The Gatsby Curve: How Inequality Became a Household Word

Two French economists plotted the income gap. Gatsby made it famous

Alan Krueger stuck his head into the office in Washington, D.C., where the Council of Economic Advisers keeps its pool of research assistants and offered a deal. Krueger, then the council’s chairman, needed a name for a graph. He offered a bottle of wine to the researcher who could come up with the best one. The winner: “The Great Gatsby Curve.” That was in 2011. Krueger admits now that he’s not sure he ever delivered the wine.

On Dec. 4, President Obama gave a speech about income inequality in Washington. A family in the richest 1 percent, he said, has more than 288 times the wealth of the median family. The likelihood that a child can escape her parents’ circumstances is lower in America than in “most of our wealthy allies—countries like Canada or Germany or France.” Although the president didn’t pull out any graphs, Obama borrowed two ideas for his speech that make inequality easier to understand: the 1 percent and the Gatsby Curve. In part, the president—and the pope in Evangelii Gaudium, an Apostolic Exhortation released on Nov. 24—are able to talk about income inequality because two groups of economists spent the better part of a decade coming up with easily digestible ways to describe it.

For much of the 20th century, academic economists accepted the ideas of Simon Kuznets, who in 1971 won a Nobel prize for his work on inequality. In the 1950s, Kuznets looked at IRS returns going back to the introduction of the personal income tax in 1913 and discovered that income inequality had been dropping in the U.S. He suggested that for developed economies, economic growth lowered inequality. “It was a nice theory for the golden age of growth,” says Thomas Piketty, a professor at the Paris School of Economics. Out of curiosity in the 1990s, Piketty, then a young Ph.D. at the Massachusetts Institute of Technology, applied Kuznets’s approach to tax data for his native France, eventually running it all the way forward to 1998. Then, with Emmanuel Saez, another French economist, he did the same for the U.S. In 2003 they published their finding that income inequality had started to rise in America in the early 1980s, about a decade after Kuznets accepted his Nobel.

Other economists, relying on household surveys taken by the U.S. Department of Labor, also found growing inequality. But the Frenchmen used IRS data that goes back much further than Labor’s numbers. By 2007, the two were able to show that the income share of the top 1 percent had reached a level not seen since 1928, the Jazz Age of F. Scott Fitzgerald’s Jay Gatsby.

Around the time Piketty began his work on income inequality, economists Gary Solon and David Zimmerman took a new approach to studying a related topic, social mobility. Solon and Zimmerman used data from a University of Michigan study of 5,000 families that started in 1968 and continues today. By the late 1980s, the Michigan study had detailed information on two generations of Americans showing that social mobility was much less prevalent than previously estimated. The poor were staying poor, and the rich were staying rich.
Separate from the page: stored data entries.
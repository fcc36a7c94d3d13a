import fc from 'fast-check';
import { describe, expect, it } from 'vitest';
import { compareExact, exact, exactToText, minus, ratio, sum, toNumber, type Exact } from '../../../src/trade/number/exact.ts';
import { chanceOf, chanceOfAtMost, chanceOfFinding, chanceOfMissing, testsNeeded, type SampleProblem } from '../../../src/trade/lot/sample.ts';
import type { Result } from '../../../src/trade/number/result.ts';

function value<T>(result: Result<T, SampleProblem>): T {
	if (!result.ok) throw new Error(result.problem.kind);
	return result.value;
}
const bag = fc.integer({ min: 1, max: 60 }).chain((pieces) =>
	fc.record({ pieces: fc.constant(pieces), bad: fc.integer({ min: 0, max: pieces }), tested: fc.integer({ min: 0, max: pieces }) })
);

describe('the sample of a bag', () => {
	it('misses both of two bad in ten with three tests seven times in fifteen', () => {
		expect(exactToText(value(chanceOfMissing(10, 2, 3)))).toBe('7/15');
		expect(exactToText(value(chanceOfFinding(10, 2, 3)))).toBe('8/15');
	});

	it('missing is the product of missing once after another', () => {
		fc.assert(
			fc.property(bag, ({ pieces, bad, tested }) => {
				let [n, d] = [1n, 1n];
				for (let i = 0; i < tested; i += 1) {
					n *= BigInt(Math.max(0, pieces - bad - i));
					d *= BigInt(pieces - i);
				}
				expect(compareExact(value(chanceOfMissing(pieces, bad, tested)), { n, d })).toBe(0);
			}),
			{ numRuns: 1_000 }
		);
	});

	it('all chances together are one', () => {
		fc.assert(
			fc.property(bag, ({ pieces, bad, tested }) => {
				const all: Exact[] = [];
				for (let found = 0; found <= tested; found += 1) all.push(value(chanceOf(found, pieces, bad, tested)));
				expect(compareExact(sum(all), exact(1n))).toBe(0);
				expect(compareExact(value(chanceOfAtMost(tested, pieces, bad, tested)), exact(1n))).toBe(0);
			}),
			{ numRuns: 1_000 }
		);
	});

	it('the tests needed are the fewest that bring the risk down', () => {
		fc.assert(
			fc.property(bag, fc.integer({ min: 0, max: 100 }), ({ pieces, bad }, percent) => {
				fc.pre(bad > 0);
				const risk = ratio(BigInt(percent), 100n);
				const needed = value(testsNeeded(pieces, bad, risk));
				expect(compareExact(value(chanceOfMissing(pieces, bad, needed)), risk) <= 0).toBe(true);
				if (needed > 0) expect(compareExact(value(chanceOfMissing(pieces, bad, needed - 1)), risk) > 0).toBe(true);
			}),
			{ numRuns: 1_000 }
		);
	});

	it('is exact for a large bag', () => {
		const missing = value(chanceOfMissing(10_000, 100, 300));
		expect(toNumber(missing)).toBeCloseTo(0.0471, 3);
		expect(toNumber(minus(exact(1n), missing))).toBeCloseTo(1 - toNumber(missing), 12);
	});

	it.each([[10, 11, 3], [10, 2, 11], [10, -1, 3], [1.5, 1, 1], [NaN, 1, 1], [1e9, 1, 1]])('%d pieces, %d bad, %d tested: refused', (pieces, bad, tested) => {
		expect(chanceOfMissing(pieces, bad, tested)).toEqual({ ok: false, problem: { kind: 'sample-impossible', pieces, bad, tested } });
		expect(chanceOfAtMost(0, pieces, bad, tested).ok).toBe(false);
	});
	it('needs something bad to look for', () => expect(testsNeeded(10, 0, ratio(1n, 10n)).ok).toBe(false));
});
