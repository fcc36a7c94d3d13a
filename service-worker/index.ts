/// <reference lib="webworker" />
import { base, build, files, prerendered } from '$service-worker';
import {
	cleanupOutdatedCaches,
	createHandlerBoundToURL,
	getCacheKeyForURL,
	precacheAndRoute,
	type PrecacheEntry
} from 'workbox-precaching';
import { NavigationRoute, registerRoute } from 'workbox-routing';

/**
 * Keeps every file of one release and answers from there. It knows nothing of the business: no records, no
 * migrations. A newer release waits until a page, asked by the person, tells it to take over.
 */
declare const self: ServiceWorkerGlobalScope;

/** Digests of the files whose names do not change with their content; written in by the build (svelte.config.js). */
declare const MELTBOOK_DIGESTS: Readonly<Record<string, string>>;

const SHELL = `${base}/200.html`;

function entry(url: string): PrecacheEntry {
	const path = url.slice(base.length);
	// names under /immutable/ carry a digest of the content already
	if (path.includes('/immutable/')) return { url, revision: null };
	const revision = MELTBOOK_DIGESTS[path];
	if (revision === undefined) throw new Error(`the build wrote no digest for ${path}`);
	return { url, revision };
}

// pictures for the browser's own offer to install are no part of the app
const ours = files.filter((url) => !url.startsWith(`${base}/screenshots/`));
const needed = [...new Set([...build, ...ours, ...prerendered, SHELL])].map(entry);

precacheAndRoute(needed);
cleanupOutdatedCaches();
// "/" is answered by its own prerendered page above; every other page of the app by the shell
registerRoute(new NavigationRoute(createHandlerBoundToURL(SHELL)));

/** On the very first visit there is no older release to disturb, so the open page is taken in at once. */
let first = false;
self.addEventListener('install', () => {
	first = self.registration.active === null;
});
self.addEventListener('activate', (event) => {
	if (first) event.waitUntil(self.clients.claim());
});

async function countKept(): Promise<{ needed: number; kept: number }> {
	const found = await Promise.all(
		needed.map(async ({ url }) => (await caches.match(getCacheKeyForURL(url) ?? url)) !== undefined)
	);
	return { needed: needed.length, kept: found.filter(Boolean).length };
}

self.addEventListener('message', (event: ExtendableMessageEvent) => {
	const type: unknown = (event.data as { type?: unknown } | null)?.type;
	if (type === 'SKIP_WAITING') void self.skipWaiting();
	if (type === 'COUNT_KEPT') event.waitUntil(countKept().then((count) => event.ports[0]?.postMessage(count)));
});
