/**
 * Wrote the frozen records of version 2 beside it, once: `npx tsx test/records/v2/make.ts`. It does not overwrite. Version 2 of a piece may
 * hold evidence, and the settings say how it is weighed; other kinds have no version 2.
 */
import { createHash } from 'node:crypto';
import { existsSync, writeFileSync } from 'node:fs';
import { fileURLToPath } from 'node:url';
import type { Evidence } from '../../../src/trade/evidence/belief.ts';
import { decimal } from '../../../src/trade/number/decimal.ts';
import { ratio } from '../../../src/trade/number/exact.ts';
import { encodeBody } from '../../../src/trade/record/kind.ts';
import { canonicalText } from '../../../src/trade/record/record.ts';
import { bodies as before } from '../v1/make.ts';

const d = decimal;
const at = 1_796_000_000_000;
const readBy = { tester: 'tester-1', u: 16, bias: 2, gross: 0.03 };

const evidence: Evidence = {
	build: 'hollow',
	findings: [
		{
			kind: 'touch', id: 'f1', at, how: 'rub', holds: { perMille: ratio(d('1750'), d('3')) }, attackedBy: { perMille: ratio(d('750'), d('1')) }, tester: null,
			u: 15, bias: 5, gross: 0.02
		},
		{ kind: 'fluorescence', id: 'f2', at, ...readBy, reads: [{ metal: 'Au', perMille: d('588.2') }, { metal: 'Cu', perMille: d('300') }] },
		{ kind: 'water', id: 'f3', at, method: 'suspended', air: d('12.4'), water: d('11.00'), division: d('0.01'), temperature: d('21.5') },
		{ kind: 'magnet', id: 'f4', at, pull: 'none' },
		{ kind: 'core', id: 'f5', at, ...readBy, perMille: d('12') },
		{ kind: 'assay', id: 'f6', at, ...readBy, tester: null, perMille: d('9.5'), sampleU: 3, by: 'an office' },
		{ kind: 'coin', id: 'f7', at, coin: 'sovereign', grams: d('7.98'), division: d('0.01'), diameter: d('22.05') }
	],
	belief: {
		metal: 'Au', mean: 471.25, low: 4.5, median: 580, high: 585.5, odds: { honest: 0.79, under: 0.015, other: 0.005, layered: 0.19 }, shared: { 'tester-1': -0.25 }, own: 223.5
	},
	taking: { metal: 'Au', taken: { perMille: ratio(d('500'), d('1')) }, rests: ['f1', 'f2'], prudence: 0.8 }
};

/** The bodies of version 1, with what version 2 added. */
export const bodies = {
	piece: { ...before.piece, piece: { ...before.piece.piece, evidence } },
	settings: {
		...before.settings,
		prudence: 0.9,
		testCosts: { core: d('15'), touch: d('0.75') },
		priors: { hallmarked: { honest: 0.98, under: 0.01, other: 0.005, layered: 0.005 } }
	}
};

if (process.argv[1] === fileURLToPath(import.meta.url)) {
	let previous: string | null = null;
	for (const kind of ['piece', 'settings'] as const) {
		const record = {
			id: `01KFROZEN2-${kind}`,
			kind,
			version: 2,
			subject: kind === 'piece' ? 'piece-1' : 'settings',
			replaces: null,
			settles: [],
			at,
			device: 'device-1',
			body: encodeBody(kind, bodies[kind] as never),
			previous
		};
		const hash: string = createHash('sha256').update(canonicalText(record)).digest('hex');
		previous = hash;
		const file = fileURLToPath(new URL(`${kind}.json`, import.meta.url));
		if (existsSync(file)) console.log(`${kind}.json is there and stays as it is`);
		else writeFileSync(file, `${JSON.stringify({ ...record, hash }, null, '\t')}\n`);
	}
}
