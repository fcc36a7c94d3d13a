import fc from 'fast-check';
import { expect, it } from 'vitest';
import { joinSums } from '../../../src/trade/lot/join-sums.ts';
import { parseLine } from '../../../src/trade/lot/line.ts';
import { addPieces, emptySums, type Entry, type LotSums } from '../../../src/trade/lot/sums.ts';
import { encodeSums } from '../../../src/trade/lot/sums-stored.ts';

const lines = ['14k chain 12.4g x3', '925 8 dwt', '18k ring 5.20 g - 0.35 g stones', 'brass fitting 120 g', 'dental Au 625 Pd 180 Ag 120 4.12 g', '14k chain 3.1 g'];

const text = (sums: LotSums) => JSON.stringify(encodeSums(sums), (_, value: unknown) => {
	if (typeof value === 'bigint') return `${value}`;
	return value !== null && typeof value === 'object' && !Array.isArray(value)
		? Object.fromEntries(Object.entries(value).filter(([, each]) => each !== 0n).sort(([a], [b]) => (a < b ? -1 : 1)))
		: value;
});

it('gives the sums of all pieces together, however they are spread over lots', () => {
	const spread = fc.array(fc.tuple(fc.constantFrom(...lines), fc.nat(2)), { maxLength: 12 });
	fc.assert(
		fc.property(spread, (chosen) => {
			const lots: Entry[][] = [[], [], []];
			chosen.forEach(([line, lot], index) => {
				const piece = parseLine(line);
				if (!piece.ok) throw new Error(line);
				lots[lot]!.push({ piece: piece.value, key: `p${index}` });
			});
			const joined = joinSums(lots.map((entries) => addPieces(emptySums(), entries)));
			expect(text(joined)).toBe(text(addPieces(emptySums(), lots.flat())));
		}),
		{ numRuns: 1_000 }
	);
});

it('is empty of nothing', () => {
	expect(joinSums([])).toEqual(emptySums());
});
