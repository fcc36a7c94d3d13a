import { describe, expect, it } from 'vitest';
import { parseMark } from '../../../src/trade/metal/mark.ts';
import { contentsOf, LEGAL_MASS_NOTE, makePiece, usualOrigin, type Findings } from '../../../src/trade/lot/line-piece.ts';
import { exactToText } from '../../../src/trade/number/exact.ts';

const markOf = (text: string) => {
	const mark = parseMark(text);
	if (!mark.ok) throw new Error(mark.problem.kind);
	return mark.value;
};
const amount = { start: 4, end: 7, typed: '5', unit: 'g', off: false, what: null, from: 2, to: 3 } as const;
const findings: Findings = {
	line: '14k 5 g', article: 'ring', amounts: [amount], counts: [], unsure: null, mark: markOf('14k'), coin: null, options: {}
};

describe('what was found, made a piece', () => {
	it('with what a piece has when nobody says otherwise', () => {
		expect(makePiece(findings)).toMatchObject({
			ok: true,
			value: { article: 'ring', count: 1, mark: '14 kt', origin: 'us-modern', lossClass: 'clean', moreThanMelt: false, note: '', photos: [], deductions: [] }
		});
	});

	it('keeps contents in lowest terms', () => {
		expect(contentsOf(markOf('Au 62.5%'), null).map(({ taken }) => [taken.perMille.n, taken.perMille.d])).toEqual([[625n, 1n]]);
		expect(contentsOf(markOf('958.4'), null).map(({ taken }) => exactToText(taken.perMille))).toEqual(['4792/5']);
		expect(contentsOf(null, null)).toEqual([]);
	});

	it.each([
		['14k', 'ring', 'us-modern'], ['585', 'ring', 'uncontrolled'], ['sterling', 'spoon', 'us-modern'], ['999.9 gold', 'bar', 'stranger-bar'],
		['Au 625 Pd 180', 'thing', 'unmarked'], ['18k', 'dental crown', 'unmarked'], ['copper', 'wire', 'unmarked'], ['22k', 'coin', 'hallmarked']
	])('%s %s comes from: %s', (mark, article, origin) => expect(usualOrigin(markOf(mark), article)).toBe(origin));

	it('a filler by default only under a weighted mark, and not beside a typed one', () => {
		const weighted = { ...findings, mark: markOf('weighted sterling') };
		const off = (found: Findings) => {
			const made = makePiece(found);
			return made.ok ? made.value.deductions.map(({ what, mass }) => [what, mass.grams.toString()]) : made.problem.kind;
		};
		expect(off(weighted)).toEqual([['filler', '4.5']]);
		const typed = { ...amount, typed: '3', off: true, what: 'filler' } as const;
		expect(off({ ...weighted, amounts: [amount, typed] })).toEqual([['filler', '3']]);
		expect(off({ ...findings, amounts: [amount, typed] })).toEqual([['filler', '3']]);
		expect(LEGAL_MASS_NOTE).toContain('not weighed');
	});

	it('without a mark or a mass it is a problem', () => {
		const kind = (change: Partial<Findings>) => {
			const made = makePiece({ ...findings, ...change });
			return made.ok ? null : made.problem.kind;
		};
		expect([kind({ mark: null }), kind({ amounts: [] }), kind({ amounts: [amount, amount] })]).toEqual([
			'line-mark-missing', 'line-mass-missing', 'line-two-masses'
		]);
	});
});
In the late 1990s, Miles Corak at the University of Ottawa applied that approach to Canada. He also began the complicated econometric work necessary to compare social mobility among countries. Corak made it possible to see whether the American Dream measured up to the Danish Dream. (It doesn’t.) In 2004, again inspired by a theoretical paper by Solon, Corak produced the first version of a graph that compared developed economies according to income inequality and social mobility. The graph shows that countries with the highest income inequality, such as the U.K. and the U.S., are also the most likely to pass economic status from one generation to another. “I gave it some technical title,” says Corak, “nothing that sparks the imagination.”

That had to wait for Krueger. For a speech late in 2011 at the Center for American Progress, a Washington think tank, Krueger publicly gave Corak’s graph the name that has stuck. “The Gatsby Curve has been around for a decade,” Corak says. “Only when it got that label did it become something that people could hook on to.” Krueger owes someone a bottle of wine. Perhaps Obama does, too.


    The bottom line: New measures of income inequality helped the concept become an issue for U.S. politicians.